# Try it:
Here is the task for the records below: repeat exactly the lines from the one with "repository d75be26f2e0bb200" to the one with "while (isSkin(pixel(size /", both included, and nothing else.

Start of Information shown

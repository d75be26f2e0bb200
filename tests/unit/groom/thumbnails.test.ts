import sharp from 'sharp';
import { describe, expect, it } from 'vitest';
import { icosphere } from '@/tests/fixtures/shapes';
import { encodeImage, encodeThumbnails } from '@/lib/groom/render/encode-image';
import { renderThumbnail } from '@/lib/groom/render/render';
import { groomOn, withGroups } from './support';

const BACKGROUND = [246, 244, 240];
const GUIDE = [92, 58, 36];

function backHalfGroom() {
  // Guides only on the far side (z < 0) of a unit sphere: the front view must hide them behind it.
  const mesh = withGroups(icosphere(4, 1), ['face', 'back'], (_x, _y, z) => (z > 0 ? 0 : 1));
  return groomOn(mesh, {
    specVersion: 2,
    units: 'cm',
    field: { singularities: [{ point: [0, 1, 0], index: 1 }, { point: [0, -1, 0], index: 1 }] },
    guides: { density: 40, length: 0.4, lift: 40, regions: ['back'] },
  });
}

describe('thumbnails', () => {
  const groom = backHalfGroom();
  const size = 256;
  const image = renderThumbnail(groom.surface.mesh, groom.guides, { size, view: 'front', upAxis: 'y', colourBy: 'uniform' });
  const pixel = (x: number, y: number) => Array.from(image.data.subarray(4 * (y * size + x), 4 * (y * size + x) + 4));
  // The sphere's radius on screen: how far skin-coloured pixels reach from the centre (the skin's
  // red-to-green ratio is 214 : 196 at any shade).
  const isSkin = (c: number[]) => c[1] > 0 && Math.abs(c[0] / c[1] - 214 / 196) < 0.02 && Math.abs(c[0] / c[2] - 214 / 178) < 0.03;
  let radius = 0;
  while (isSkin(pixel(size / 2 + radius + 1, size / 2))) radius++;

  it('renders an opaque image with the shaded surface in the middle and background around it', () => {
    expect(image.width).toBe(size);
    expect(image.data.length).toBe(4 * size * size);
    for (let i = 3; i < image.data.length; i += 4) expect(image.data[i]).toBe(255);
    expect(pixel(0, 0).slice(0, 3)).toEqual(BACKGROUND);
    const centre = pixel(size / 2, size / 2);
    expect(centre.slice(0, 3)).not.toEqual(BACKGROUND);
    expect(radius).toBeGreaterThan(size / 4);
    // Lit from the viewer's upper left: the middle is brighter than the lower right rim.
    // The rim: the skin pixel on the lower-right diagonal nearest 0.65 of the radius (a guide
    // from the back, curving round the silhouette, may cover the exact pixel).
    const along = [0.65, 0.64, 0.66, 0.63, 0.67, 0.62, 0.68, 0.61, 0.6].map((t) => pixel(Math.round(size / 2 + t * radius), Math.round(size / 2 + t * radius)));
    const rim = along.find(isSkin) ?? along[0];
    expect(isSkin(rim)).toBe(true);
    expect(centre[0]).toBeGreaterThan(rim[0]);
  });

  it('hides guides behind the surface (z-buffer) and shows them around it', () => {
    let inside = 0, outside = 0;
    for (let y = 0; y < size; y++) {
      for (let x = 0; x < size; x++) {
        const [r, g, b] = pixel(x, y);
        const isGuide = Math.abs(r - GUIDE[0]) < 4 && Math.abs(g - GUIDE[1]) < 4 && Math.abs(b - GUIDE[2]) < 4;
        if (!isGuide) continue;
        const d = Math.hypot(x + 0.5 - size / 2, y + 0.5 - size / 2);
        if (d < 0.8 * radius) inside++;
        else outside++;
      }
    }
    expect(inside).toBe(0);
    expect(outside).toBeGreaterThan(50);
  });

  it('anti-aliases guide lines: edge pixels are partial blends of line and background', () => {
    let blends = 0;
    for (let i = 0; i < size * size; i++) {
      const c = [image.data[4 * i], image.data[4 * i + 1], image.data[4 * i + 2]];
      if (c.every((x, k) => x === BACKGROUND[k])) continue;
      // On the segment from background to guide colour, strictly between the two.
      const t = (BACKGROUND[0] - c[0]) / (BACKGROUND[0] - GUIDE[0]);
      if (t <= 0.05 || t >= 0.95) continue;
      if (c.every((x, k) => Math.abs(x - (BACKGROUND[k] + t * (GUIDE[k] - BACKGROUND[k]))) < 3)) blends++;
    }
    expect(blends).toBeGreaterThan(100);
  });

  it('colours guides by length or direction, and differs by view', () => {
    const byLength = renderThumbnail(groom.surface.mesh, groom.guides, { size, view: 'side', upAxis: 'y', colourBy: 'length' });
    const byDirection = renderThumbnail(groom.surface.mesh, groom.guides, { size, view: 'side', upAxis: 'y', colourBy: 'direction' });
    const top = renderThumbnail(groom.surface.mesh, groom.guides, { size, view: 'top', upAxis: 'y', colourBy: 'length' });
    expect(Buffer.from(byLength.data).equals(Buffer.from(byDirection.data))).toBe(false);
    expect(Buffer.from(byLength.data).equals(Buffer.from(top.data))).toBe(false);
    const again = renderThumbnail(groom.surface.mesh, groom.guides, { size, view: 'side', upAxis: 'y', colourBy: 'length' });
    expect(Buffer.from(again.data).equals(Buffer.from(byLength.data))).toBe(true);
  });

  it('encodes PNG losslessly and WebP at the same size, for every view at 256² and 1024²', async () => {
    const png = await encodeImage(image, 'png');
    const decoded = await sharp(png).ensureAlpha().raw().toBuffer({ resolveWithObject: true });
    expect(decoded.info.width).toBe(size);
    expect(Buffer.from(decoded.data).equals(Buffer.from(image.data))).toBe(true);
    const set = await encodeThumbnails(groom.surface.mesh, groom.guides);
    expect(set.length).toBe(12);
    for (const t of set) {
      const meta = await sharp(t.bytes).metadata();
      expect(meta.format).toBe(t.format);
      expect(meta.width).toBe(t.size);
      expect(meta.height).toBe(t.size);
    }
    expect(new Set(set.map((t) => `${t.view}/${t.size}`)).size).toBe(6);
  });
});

End of Information shown
Start of Information shown

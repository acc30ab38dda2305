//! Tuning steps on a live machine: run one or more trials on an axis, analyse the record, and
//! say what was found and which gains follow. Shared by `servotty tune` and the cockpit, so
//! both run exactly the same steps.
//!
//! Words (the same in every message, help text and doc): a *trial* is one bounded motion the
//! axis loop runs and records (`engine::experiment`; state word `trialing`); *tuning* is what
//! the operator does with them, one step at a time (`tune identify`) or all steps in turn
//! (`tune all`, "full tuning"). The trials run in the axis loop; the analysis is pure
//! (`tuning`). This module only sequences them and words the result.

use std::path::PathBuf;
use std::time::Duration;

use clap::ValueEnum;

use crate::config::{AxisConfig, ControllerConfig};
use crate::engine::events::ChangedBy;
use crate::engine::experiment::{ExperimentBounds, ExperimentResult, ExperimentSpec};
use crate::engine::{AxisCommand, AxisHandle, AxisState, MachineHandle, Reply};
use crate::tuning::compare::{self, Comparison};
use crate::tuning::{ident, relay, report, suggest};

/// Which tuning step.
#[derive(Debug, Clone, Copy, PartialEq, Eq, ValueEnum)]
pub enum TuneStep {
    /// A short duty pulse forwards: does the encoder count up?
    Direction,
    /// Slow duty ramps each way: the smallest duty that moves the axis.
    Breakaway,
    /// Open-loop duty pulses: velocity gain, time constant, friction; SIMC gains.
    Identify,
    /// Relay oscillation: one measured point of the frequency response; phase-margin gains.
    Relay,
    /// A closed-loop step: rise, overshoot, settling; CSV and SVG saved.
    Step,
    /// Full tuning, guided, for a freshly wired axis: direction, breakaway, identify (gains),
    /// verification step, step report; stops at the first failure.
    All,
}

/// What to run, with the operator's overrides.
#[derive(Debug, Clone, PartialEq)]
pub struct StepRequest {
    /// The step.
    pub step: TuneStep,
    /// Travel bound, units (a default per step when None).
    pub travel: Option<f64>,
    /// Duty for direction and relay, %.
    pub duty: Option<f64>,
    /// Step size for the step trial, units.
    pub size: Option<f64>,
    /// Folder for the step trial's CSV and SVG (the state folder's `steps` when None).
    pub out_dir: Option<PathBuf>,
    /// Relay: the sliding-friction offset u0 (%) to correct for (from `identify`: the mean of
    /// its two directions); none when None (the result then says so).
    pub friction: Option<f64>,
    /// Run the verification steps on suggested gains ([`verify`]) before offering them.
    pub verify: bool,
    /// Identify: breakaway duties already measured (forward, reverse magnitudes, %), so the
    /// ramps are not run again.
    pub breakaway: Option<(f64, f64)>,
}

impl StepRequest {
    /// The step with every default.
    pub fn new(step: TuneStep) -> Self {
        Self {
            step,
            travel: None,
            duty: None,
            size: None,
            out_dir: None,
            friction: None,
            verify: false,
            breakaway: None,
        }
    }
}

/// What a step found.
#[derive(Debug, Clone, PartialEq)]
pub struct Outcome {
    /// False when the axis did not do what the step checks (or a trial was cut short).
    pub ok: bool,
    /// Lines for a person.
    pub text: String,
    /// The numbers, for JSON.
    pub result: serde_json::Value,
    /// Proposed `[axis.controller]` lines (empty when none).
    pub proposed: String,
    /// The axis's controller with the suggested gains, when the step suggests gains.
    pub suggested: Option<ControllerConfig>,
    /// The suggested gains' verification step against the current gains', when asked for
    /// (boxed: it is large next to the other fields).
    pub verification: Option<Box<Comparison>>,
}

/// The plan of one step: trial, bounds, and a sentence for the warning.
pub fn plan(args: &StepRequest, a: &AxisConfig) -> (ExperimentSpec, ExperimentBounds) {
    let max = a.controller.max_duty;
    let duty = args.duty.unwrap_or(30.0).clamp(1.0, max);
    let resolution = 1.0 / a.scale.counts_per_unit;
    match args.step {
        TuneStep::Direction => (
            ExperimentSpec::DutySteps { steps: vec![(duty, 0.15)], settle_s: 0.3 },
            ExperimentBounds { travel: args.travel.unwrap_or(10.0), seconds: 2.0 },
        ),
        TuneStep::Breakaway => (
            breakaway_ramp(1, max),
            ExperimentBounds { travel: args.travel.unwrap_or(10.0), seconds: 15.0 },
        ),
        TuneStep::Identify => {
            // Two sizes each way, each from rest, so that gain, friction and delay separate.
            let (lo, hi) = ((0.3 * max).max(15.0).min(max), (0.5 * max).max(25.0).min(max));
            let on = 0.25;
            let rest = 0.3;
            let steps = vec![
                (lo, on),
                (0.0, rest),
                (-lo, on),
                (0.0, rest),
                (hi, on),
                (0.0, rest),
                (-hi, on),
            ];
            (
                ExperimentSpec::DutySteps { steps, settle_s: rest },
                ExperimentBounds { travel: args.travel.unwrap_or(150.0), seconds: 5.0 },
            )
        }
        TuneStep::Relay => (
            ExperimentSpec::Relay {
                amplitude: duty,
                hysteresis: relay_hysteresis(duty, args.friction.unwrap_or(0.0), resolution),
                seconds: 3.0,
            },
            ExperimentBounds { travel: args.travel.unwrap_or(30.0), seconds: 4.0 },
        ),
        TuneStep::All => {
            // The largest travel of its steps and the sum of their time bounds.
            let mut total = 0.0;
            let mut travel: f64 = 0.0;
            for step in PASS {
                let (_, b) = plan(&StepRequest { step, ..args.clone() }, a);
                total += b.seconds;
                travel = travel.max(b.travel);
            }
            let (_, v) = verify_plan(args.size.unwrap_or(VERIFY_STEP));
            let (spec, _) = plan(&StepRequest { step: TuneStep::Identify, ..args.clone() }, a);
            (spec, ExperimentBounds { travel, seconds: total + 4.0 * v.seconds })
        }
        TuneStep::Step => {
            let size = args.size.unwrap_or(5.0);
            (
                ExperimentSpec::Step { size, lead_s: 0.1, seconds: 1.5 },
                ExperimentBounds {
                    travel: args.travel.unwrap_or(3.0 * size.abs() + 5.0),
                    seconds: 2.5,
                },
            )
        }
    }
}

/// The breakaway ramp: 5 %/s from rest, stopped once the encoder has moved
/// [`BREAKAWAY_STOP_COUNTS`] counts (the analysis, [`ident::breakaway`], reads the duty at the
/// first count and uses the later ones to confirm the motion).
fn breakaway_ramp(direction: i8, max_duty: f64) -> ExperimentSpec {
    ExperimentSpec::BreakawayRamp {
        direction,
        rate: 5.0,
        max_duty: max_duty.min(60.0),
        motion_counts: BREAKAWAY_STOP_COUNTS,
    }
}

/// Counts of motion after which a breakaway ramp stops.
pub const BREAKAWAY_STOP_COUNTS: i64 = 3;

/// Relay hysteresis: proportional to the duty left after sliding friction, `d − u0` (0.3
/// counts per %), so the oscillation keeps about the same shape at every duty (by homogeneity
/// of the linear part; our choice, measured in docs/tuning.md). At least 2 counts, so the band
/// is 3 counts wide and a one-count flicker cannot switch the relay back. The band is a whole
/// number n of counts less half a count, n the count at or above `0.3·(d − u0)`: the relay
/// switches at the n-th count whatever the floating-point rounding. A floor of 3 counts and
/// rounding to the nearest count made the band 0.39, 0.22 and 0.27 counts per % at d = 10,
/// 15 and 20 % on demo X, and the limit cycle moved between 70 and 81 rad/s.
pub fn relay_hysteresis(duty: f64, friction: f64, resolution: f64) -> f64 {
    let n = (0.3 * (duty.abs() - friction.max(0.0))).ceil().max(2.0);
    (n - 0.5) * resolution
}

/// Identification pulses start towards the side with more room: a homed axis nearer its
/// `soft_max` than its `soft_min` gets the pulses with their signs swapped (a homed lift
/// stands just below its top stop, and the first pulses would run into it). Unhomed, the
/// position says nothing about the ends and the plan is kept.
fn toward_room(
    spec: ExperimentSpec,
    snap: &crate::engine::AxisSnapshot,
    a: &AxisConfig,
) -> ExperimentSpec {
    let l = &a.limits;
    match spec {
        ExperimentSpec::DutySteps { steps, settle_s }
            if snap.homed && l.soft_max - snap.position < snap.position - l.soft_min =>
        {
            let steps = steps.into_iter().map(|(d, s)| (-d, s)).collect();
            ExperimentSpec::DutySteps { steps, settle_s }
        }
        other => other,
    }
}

End of Information shown
Start of Information shown

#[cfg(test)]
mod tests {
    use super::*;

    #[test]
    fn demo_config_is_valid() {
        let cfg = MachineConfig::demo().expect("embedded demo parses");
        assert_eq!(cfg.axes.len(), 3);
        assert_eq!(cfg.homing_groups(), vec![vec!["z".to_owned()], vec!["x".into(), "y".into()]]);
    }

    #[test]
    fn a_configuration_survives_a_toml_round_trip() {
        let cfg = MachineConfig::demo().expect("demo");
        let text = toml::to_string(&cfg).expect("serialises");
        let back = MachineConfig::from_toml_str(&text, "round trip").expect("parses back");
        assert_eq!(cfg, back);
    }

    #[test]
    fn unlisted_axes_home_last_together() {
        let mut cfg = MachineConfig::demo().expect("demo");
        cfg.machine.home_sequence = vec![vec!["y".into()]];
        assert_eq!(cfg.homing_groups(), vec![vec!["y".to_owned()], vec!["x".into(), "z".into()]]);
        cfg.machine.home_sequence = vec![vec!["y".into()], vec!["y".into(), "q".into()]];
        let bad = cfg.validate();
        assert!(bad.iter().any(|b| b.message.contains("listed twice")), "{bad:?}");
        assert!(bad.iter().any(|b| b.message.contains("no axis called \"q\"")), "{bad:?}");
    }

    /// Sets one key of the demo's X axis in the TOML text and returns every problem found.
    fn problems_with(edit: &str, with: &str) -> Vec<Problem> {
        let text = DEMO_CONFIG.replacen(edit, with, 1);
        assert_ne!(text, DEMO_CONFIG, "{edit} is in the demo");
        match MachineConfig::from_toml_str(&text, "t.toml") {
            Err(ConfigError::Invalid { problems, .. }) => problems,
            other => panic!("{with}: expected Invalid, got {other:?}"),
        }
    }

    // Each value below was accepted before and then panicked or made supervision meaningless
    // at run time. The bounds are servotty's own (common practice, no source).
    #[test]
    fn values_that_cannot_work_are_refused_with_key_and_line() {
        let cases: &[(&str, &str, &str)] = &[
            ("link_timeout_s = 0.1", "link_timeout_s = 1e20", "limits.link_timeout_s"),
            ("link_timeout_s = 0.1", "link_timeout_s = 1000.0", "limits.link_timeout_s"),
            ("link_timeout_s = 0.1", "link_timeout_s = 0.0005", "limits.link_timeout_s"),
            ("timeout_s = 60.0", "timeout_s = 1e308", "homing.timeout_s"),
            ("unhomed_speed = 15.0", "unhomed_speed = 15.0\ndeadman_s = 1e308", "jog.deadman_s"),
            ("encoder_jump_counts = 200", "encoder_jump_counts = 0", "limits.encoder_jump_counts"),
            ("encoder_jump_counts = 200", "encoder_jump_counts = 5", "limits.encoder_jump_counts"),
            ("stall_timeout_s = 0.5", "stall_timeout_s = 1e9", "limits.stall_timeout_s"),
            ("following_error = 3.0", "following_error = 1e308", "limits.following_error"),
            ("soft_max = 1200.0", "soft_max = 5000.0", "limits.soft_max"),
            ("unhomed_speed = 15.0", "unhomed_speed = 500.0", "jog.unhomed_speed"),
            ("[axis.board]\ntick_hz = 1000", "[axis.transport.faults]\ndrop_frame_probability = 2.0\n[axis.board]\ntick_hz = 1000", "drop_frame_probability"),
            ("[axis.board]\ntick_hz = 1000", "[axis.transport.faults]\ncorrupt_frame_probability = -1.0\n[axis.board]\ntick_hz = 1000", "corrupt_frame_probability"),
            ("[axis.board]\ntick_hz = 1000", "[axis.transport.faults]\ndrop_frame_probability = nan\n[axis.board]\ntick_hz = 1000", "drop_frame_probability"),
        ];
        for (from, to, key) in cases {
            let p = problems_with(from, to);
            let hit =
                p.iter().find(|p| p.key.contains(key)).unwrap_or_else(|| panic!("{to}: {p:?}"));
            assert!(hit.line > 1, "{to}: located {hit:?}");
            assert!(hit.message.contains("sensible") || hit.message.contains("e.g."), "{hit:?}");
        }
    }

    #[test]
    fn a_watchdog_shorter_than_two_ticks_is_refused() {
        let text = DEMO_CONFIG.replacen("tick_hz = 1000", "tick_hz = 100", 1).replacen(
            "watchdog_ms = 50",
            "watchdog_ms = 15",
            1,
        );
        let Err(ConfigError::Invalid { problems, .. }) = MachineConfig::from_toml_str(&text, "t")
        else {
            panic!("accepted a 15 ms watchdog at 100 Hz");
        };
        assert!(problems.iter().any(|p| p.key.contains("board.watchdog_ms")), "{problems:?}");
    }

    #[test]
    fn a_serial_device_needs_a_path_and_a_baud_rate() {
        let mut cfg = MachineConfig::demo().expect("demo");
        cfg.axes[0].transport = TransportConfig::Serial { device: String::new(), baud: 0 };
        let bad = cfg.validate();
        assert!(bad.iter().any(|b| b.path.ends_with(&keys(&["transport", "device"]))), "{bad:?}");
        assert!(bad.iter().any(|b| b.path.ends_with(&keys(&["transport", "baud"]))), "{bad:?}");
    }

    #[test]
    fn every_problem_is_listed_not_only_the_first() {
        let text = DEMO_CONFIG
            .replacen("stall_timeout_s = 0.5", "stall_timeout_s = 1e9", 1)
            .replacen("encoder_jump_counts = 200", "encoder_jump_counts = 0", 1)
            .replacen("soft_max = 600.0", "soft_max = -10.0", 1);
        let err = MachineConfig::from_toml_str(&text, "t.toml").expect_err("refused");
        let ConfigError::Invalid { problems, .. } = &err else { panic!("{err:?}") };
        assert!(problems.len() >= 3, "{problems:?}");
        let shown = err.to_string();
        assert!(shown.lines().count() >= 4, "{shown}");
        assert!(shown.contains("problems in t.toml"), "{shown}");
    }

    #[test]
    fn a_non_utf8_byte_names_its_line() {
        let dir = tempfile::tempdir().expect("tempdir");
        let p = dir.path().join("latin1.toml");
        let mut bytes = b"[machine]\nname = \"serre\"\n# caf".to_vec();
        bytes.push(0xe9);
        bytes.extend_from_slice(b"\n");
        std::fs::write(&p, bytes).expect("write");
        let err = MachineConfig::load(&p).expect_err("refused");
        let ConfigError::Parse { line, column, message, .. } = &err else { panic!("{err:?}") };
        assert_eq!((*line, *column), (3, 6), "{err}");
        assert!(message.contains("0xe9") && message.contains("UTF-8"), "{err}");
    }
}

End of Information shown

# Result of the task:
repository d75be26f2e0bb200
filename tests/unit/groom/thumbnails.test.ts
import sharp from 'sharp';
import { describe, expect, it } from 'vitest';
import { icosphere } from '@/tests/fixtures/shapes';
import { encodeImage, encodeThumbnails } from '@/lib/groom/render/encode-image';
import { renderThumbnail } from '@/lib/groom/render/render';
import { groomOn, withGroups } from './support';

const BACKGROUND = [246, 244, 240];
const GUIDE = [92, 58, 36];

function backHalfGroom() {
  // Guides only on the far side (z < 0) of a unit sphere: the front view must hide them behind it.
  const mesh = withGroups(icosphere(4, 1), ['face', 'back'], (_x, _y, z) => (z > 0 ? 0 : 1));
  return groomOn(mesh, {
    specVersion: 2,
    units: 'cm',
    field: { singularities: [{ point: [0, 1, 0], index: 1 }, { point: [0, -1, 0], index: 1 }] },
    guides: { density: 40, length: 0.4, lift: 40, regions: ['back'] },
  });
}

describe('thumbnails', () => {
  const groom = backHalfGroom();
  const size = 256;
  const image = renderThumbnail(groom.surface.mesh, groom.guides, { size, view: 'front', upAxis: 'y', colourBy: 'uniform' });
  const pixel = (x: number, y: number) => Array.from(image.data.subarray(4 * (y * size + x), 4 * (y * size + x) + 4));
  // The sphere's radius on screen: how far skin-coloured pixels reach from the centre (the skin's
  // red-to-green ratio is 214 : 196 at any shade).
  const isSkin = (c: number[]) => c[1] > 0 && Math.abs(c[0] / c[1] - 214 / 196) < 0.02 && Math.abs(c[0] / c[2] - 214 / 178) < 0.03;
  let radius = 0;
  while (isSkin(pixel(size / 2 + radius + 1, size / 2))) radius++;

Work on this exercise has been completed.